*** Block opens ***

// runRows is the row encoders' common part: it checks the arguments,
// normalises opt and runs produce through a new tiffRowState building the
// index image (wantIndex) and the band image (wantBands). The caller
// writes st.fimg and st.bimg with the options returned and closes st.
func runRows(wantIndex, wantBands bool, spec grid.Spec, nodata float32, s *bands.Scheme, produce RowFunc, opt Options) (*tiffRowState, Options, error) {
	if produce == nil {
		return nil, opt, errors.New("geotiff: nil row function")
	}
	if !wantIndex && !wantBands {
		return nil, opt, errors.New("geotiff: no output for the rows")
	}
	if wantBands && s == nil {
		return nil, opt, errors.New("geotiff: a band file asked for without a scheme")
	}
	if err := tiffCheckSpec(spec, spec.Cols*spec.Rows); err != nil {
		return nil, opt, err
	}
	opt, err := tiffNormalize(opt)
	if err != nil {
		return nil, opt, err
	}
	st := newTiffRowState(spec, nodata, s, wantIndex, wantBands, opt)
	if err := st.run(produce); err != nil {
		st.close()
		return nil, opt, err
	}
	return st, opt, nil
}

// WriteIndexRows writes EncodeIndexRows's output to path through a
// temporary file renamed at the end (publish.WriteFile), spilling the
// compressed tiles beside path unless opt.SpillDir says otherwise.
func WriteIndexRows(path string, spec grid.Spec, nodata float32, produce RowFunc, opt Options) error {
	return WriteIndexBandsRows(path, "", spec, nodata, nil, produce, opt)
}

// WriteIndexBandsRows writes the index GeoTIFF to indexPath and the band
// GeoTIFF to bandsPath (with its .aux.xml sidecar, as WriteBands does)
// from one pass over the rows (EncodeIndexBandsRows), each through a
// temporary file renamed at the end. An empty path skips that file. The
// compressed tiles wait in a temporary file in opt.SpillDir, or beside the
// output when that is empty, so memory stays at a few blocks of rows
// whatever the size of the grid.
func WriteIndexBandsRows(indexPath, bandsPath string, spec grid.Spec, nodata float32, s *bands.Scheme, produce RowFunc, opt Options) error {
	if indexPath == "" && bandsPath == "" {
		return errors.New("geotiff: no output path for the rows")
	}
	if opt.SpillDir == "" {
		opt.SpillDir = filepath.Dir(indexPath)
		if indexPath == "" {
			opt.SpillDir = filepath.Dir(bandsPath)
		}
	}
	st, opt, err := runRows(indexPath != "", bandsPath != "", spec, nodata, s, produce, opt)
	if err != nil {
		return err
	}
	defer st.close()
	if indexPath != "" {
		if err := publish.WriteFile(indexPath, func(w *bufio.Writer) error { return tiffWrite(w, st.fimg, opt) }); err != nil {
			return err
		}
	}
	if bandsPath == "" {
		return nil
	}
	if err := publish.WriteFile(bandsPath, func(w *bufio.Writer) error { return tiffWrite(w, st.bimg, opt) }); err != nil {
		return err
	}
	return writeAux(bandsPath, s, 0)
}

// tiffIndexImage is the image description of an index raster on spec
// (levels not yet filled).
func tiffIndexImage(spec grid.Spec, nodata float32, opt Options) *tiffImage {
	img := tiffNewImage(spec, opt)
	img.float = true
	img.nodataF = nodata
	img.predictor = 3
	img.nodata = tiffFormatNoData(float64(nodata))
	return img
}

// tiffBandsImage is the image description of a band raster on spec.
func tiffBandsImage(spec grid.Spec, nodata uint8, s *bands.Scheme, opt Options) *tiffImage {
	opt.Units = ""
	if opt.BandsDescription != "" {
		opt.Description = opt.BandsDescription
	}
	img := tiffNewImage(spec, opt)
	img.nodataU = nodata
	img.predictor = tiffBandsPredictor
	img.nodata = strconv.Itoa(int(nodata))
	img.colormap = tiffColorMap(s)
	return img
}

// tiffRowState is the streaming encoder's state: the images being built,
// the overview accumulators and the tile rows of each level not yet full.
type tiffRowState struct {
	spec   grid.Spec
	t      int
	nodata float32
	opt    Options
	fimg   *tiffImage // nil when the index is not wanted
	bimg   *tiffImage // nil when the bands are not wanted
	// Per overview level k (factor 2<<k): the mean and mode accumulators of
	// the overview row being built and the tile row being filled.
	fov      []*tiffMeanAcc
	bov      []*tiffModeAcc
	list     []tiffTileJob   // tiles of the current block
	comp     tiffCompressors // their compressors, kept from block to block
	compFull tiffCompressors // those of the index's full-resolution tiles

	spillDir string   // where to spill ("": never)
	inMemory int64    // bytes of compressed tiles kept in memory
	spill    *os.File // nil until the tiles pass tiffMemoryTiles
	spillW   *bufio.Writer
	spillPos int64
}

// tiffMemoryTiles is how many bytes of compressed tiles the row encoders
// keep in memory before the rest go to the spill file (Options.SpillDir):
// a global 0.1 degree index COG (25 MB) needs no file, a larger raster
// spills all but its first tiles. A variable so that tests can spill
// from the first tile.
var tiffMemoryTiles int64 = 32 << 20

func newTiffRowState(spec grid.Spec, nodata float32, s *bands.Scheme, wantIndex, wantBands bool, opt Options) *tiffRowState {
	st := &tiffRowState{spec: spec, t: opt.TileSize, nodata: nodata, opt: opt, spillDir: opt.SpillDir}
	var sizes [][2]int
	if opt.Overviews {
		sizes = cogLevelSizes(spec.Cols, spec.Rows)
	}
	mk := func(img *tiffImage) {
		img.levels = []*tiffLevel{{cols: spec.Cols, rows: spec.Rows}}
		for _, sz := range sizes {
			img.levels = append(img.levels, &tiffLevel{cols: sz[0], rows: sz[1]})
		}
		for _, l := range img.levels {
			l.tiles = make([][]byte, l.tilesAcross(st.t)*l.tilesDown(st.t))
		}
	}
	if wantIndex {
		st.fimg = tiffIndexImage(spec, nodata, opt)
		mk(st.fimg)
		for _, sz := range sizes {
			st.fov = append(st.fov, newTiffMeanAcc(sz[0], st.t, nodata))
		}
	}
	if wantBands {
		st.bimg = tiffBandsImage(spec, 0, s, opt)
		mk(st.bimg)
		m := int(s.MaxCode()) + 1
		for k, sz := range sizes {
			st.bov = append(st.bov, newTiffModeAcc(sz[0], 2<<k, st.t, m))
		}
	}
	return st
}

// close removes the spill file.
func (st *tiffRowState) close() {
	if st.spill != nil {
		st.spill.Close()
		os.Remove(st.spill.Name())
	}
}

// spillTiles keeps the tiles just compressed in memory while they fit in
// tiffMemoryTiles, and moves them to the spill file (created then) once
// they do not.
func (st *tiffRowState) spillTiles() error {
	if st.spillDir == "" {
		return nil
	}
	for _, j := range st.list {
		tile := j.dst.tiles[j.slot]
		if st.spill == nil && st.inMemory+int64(len(tile)) <= tiffMemoryTiles {
			st.inMemory += int64(len(tile))
			continue
		}
		if err := st.openSpill(); err != nil {
			return err
		}
		if j.dst.spill == nil {
			j.dst.spill = make([]tiffSpan, len(j.dst.tiles))
		}
		if _, err := st.spillW.Write(tile); err != nil {
			return fmt.Errorf("geotiff: spill compressed tiles to %s: %w", st.spill.Name(), err)
		}
		j.dst.spill[j.slot] = tiffSpan{off: st.spillPos, n: int64(len(tile))}
		j.dst.tiles[j.slot] = nil
		st.spillPos += int64(len(tile))
	}
	return nil
}

// openSpill creates the spill file, unless it is open.
func (st *tiffRowState) openSpill() error {
	if st.spill != nil {
		return nil
	}
	f, err := os.CreateTemp(st.spillDir, ".drygrid-tiles-*")
	if err != nil {
		return fmt.Errorf("geotiff: spill file for the compressed tiles: %w", err)
	}
	st.spill, st.spillW = f, bufio.NewWriterSize(f, 1<<20)
	for _, img := range []*tiffImage{st.fimg, st.bimg} {
		if img != nil {
			img.spillFile = f
		}
	}
	return nil
}

// tiffBlock is one block of rows handed from the producer to the encoder.
type tiffBlock struct {
	row0, n int
	f32     []float32
	u8      []uint8 // nil when no band file is written
	err     error
}

// run drives produce one block ahead of the encoder: while block i is
// folded into the overviews and compressed, block i+1 is being produced.
// produce is still called one call at a time, in row order.
func (st *tiffRowState) run(produce RowFunc) error {
	t, cols, rows := st.t, st.spec.Cols, st.spec.Rows
	free := make(chan tiffBlock, 2)
	for range 2 {
		b := tiffBlock{f32: make([]float32, t*cols)}
		if st.bimg != nil {
			b.u8 = make([]uint8, t*cols)
		}
		free <- b
	}
	full := make(chan tiffBlock, 1)
	stop := make(chan struct{})
	go func() {
		defer close(full)
		for row0 := 0; row0 < rows; row0 += t {
			var b tiffBlock
			select {
			case b = <-free:
			case <-stop:
				return
			}
			n := min(t, rows-row0)
			b.row0, b.n, b.f32 = row0, n, b.f32[:n*cols]
			if b.u8 != nil {
				b.u8 = b.u8[:n*cols]
			}
			if err := produce(row0, n, b.f32, b.u8); err != nil {
				b.err = fmt.Errorf("geotiff: rows %d-%d: %w", row0, row0+n-1, err)
			}
			select {
			case full <- b:
			case <-stop:
				return
			}
			if b.err != nil {
				return
			}
		}
	}()
	var err error
	for b := range full {
		if err == nil {
			err = b.err
		}
		if err == nil {
			err = st.block(b)
		}
		if err != nil {
			close(stop)
			for range full {
			}
			return err
		}
		free <- b
	}
	if st.spill != nil {
		if err := st.spillW.Flush(); err != nil {
			return fmt.Errorf("geotiff: spill compressed tiles to %s: %w", st.spill.Name(), err)
		}
	}
	return nil
}

// block folds a block of rows into the overview accumulators and
// compresses the tiles that are complete.
func (st *tiffRowState) block(b tiffBlock) error {
	cols, ty := st.spec.Cols, b.row0/st.t
	u8 := b.u8
	st.list = st.list[:0]
	last := b.row0+b.n == st.spec.Rows
	// The index's full-resolution tiles are compressed while this
	// goroutine folds the block into the overviews (at
	// the end of the raster nothing else would keep the other cores busy).
	full := make(chan error, 1)
	nFull := 0 // jobs at the head of st.list that the goroutine compresses
	if st.fimg == nil {
		full <- nil
	} else {
		st.addJobs(st.fimg, 0, &tiffLevel{cols: cols, rows: b.n, f32: b.f32}, ty)
		nFull = len(st.list)
		jobs := st.list[:nFull:nFull]
		go func() { full <- tiffCompressJobs(jobs, st.opt, &st.compFull) }()
		for y := range b.n {
			st.foldMeans(b.f32[y*cols:(y+1)*cols], last && y == b.n-1)
		}
	}
	if st.bimg != nil {
		st.addJobs(st.bimg, 0, &tiffLevel{cols: cols, rows: b.n, u8: u8}, ty)
		for y := range b.n {
			row := u8[y*cols : (y+1)*cols]
			for k, acc := range st.bov {
				acc.add(row)
				if done := acc.endRow(last && y == b.n-1); done != nil {
					st.addJobs(st.bimg, k+1, done, acc.ty-1)
				}
			}
		}
	}
	errRest := tiffCompressJobs(st.list[nFull:], st.opt, &st.comp)
	if err := cmp.Or(<-full, errRest); err != nil {
		return err
	}
	return st.spillTiles()
}

// foldMeans adds a full-resolution row to the mean overviews: the first
// level sums the rows, each level above the finished rows of sums of the
// one below (cogMeanSums); finished tile rows are queued.
func (st *tiffRowState) foldMeans(row []float32, lastRow bool) {
	if len(st.fov) == 0 {
		return
	}
	st.fov[0].add(row)
	for k, acc := range st.fov {
		if !acc.ready(lastRow) {
			return // so are the levels above
		}
		if k+1 < len(st.fov) {
			st.fov[k+1].addSums(acc.sums, acc.counts)
		}
		if done := acc.endRow(lastRow); done != nil {
			st.addJobs(st.fimg, k+1, done, acc.ty-1)
		}
	}
}

// addJobs queues the tiles of tile row ty of level li, held in src.
func (st *tiffRowState) addJobs(img *tiffImage, li int, src *tiffLevel, ty int) {
	l := img.levels[li]
	ta := l.tilesAcross(st.t)
	for tx := range ta {
		st.list = append(st.list, tiffTileJob{img: img, li: li, dst: l, src: src, tx: tx, slot: ty*ta + tx})
	}
}

// tiffMeanAcc builds one mean overview level: the sums and counts of the
// overview row being built, from two full-resolution rows (the first
// level) or two finished rows of sums of the level below, added in the
// order cogMeanSums adds them, so the bytes agree; finished overview
// rows go to a tile row of t rows.
type tiffMeanAcc struct {
	tiffOverviewRows[float32]
	nodata float32
	sums   []float64
	counts []int32
}

func newTiffMeanAcc(oc, t int, nodata float32) *tiffMeanAcc {
	return &tiffMeanAcc{tiffOverviewRows: newTiffOverviewRows[float32](oc, 2, t), nodata: nodata,
		sums: make([]float64, oc), counts: make([]int32, oc)}
}

// tiffOverviewRows is the bookkeeping both overview accumulators share:
// full-resolution rows in (in) towards the overview row being built (f of
// them make one), finished overview rows gathered into a tile row of t
// rows (filled), tile rows given out (ty).
type tiffOverviewRows[T float32 | uint8] struct {
	f, oc, t int
	in       int // full-resolution rows added to the current overview row
	tile     []T
	filled   int // overview rows in tile
	ty       int // tile rows finished
}

func newTiffOverviewRows[T float32 | uint8](oc, f, t int) tiffOverviewRows[T] {
	return tiffOverviewRows[T]{f: f, oc: oc, t: t, tile: make([]T, t*oc)}
}

// ready reports whether the overview row is complete: f rows in, or the
// image's last row.
func (r *tiffOverviewRows[T]) ready(lastRow bool) bool { return r.in >= r.f || lastRow }

// row is the overview row being finished.
func (r *tiffOverviewRows[T]) row() []T { return r.tile[r.filled*r.oc : (r.filled+1)*r.oc] }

*** Block closes ***

→ PROBLEM DESCRIPTION: Wherever the string "slot" is found in the entries, copy the line it sits in.

→ EXERCISE OUTPUT:
		tile := j.dst.tiles[j.slot]
		j.dst.spill[j.slot] = tiffSpan{off: st.spillPos, n: int64(len(tile))}
		j.dst.tiles[j.slot] = nil
		st.list = append(st.list, tiffTileJob{img: img, li: li, dst: l, src: src, tx: tx, slot: ty*ta + tx})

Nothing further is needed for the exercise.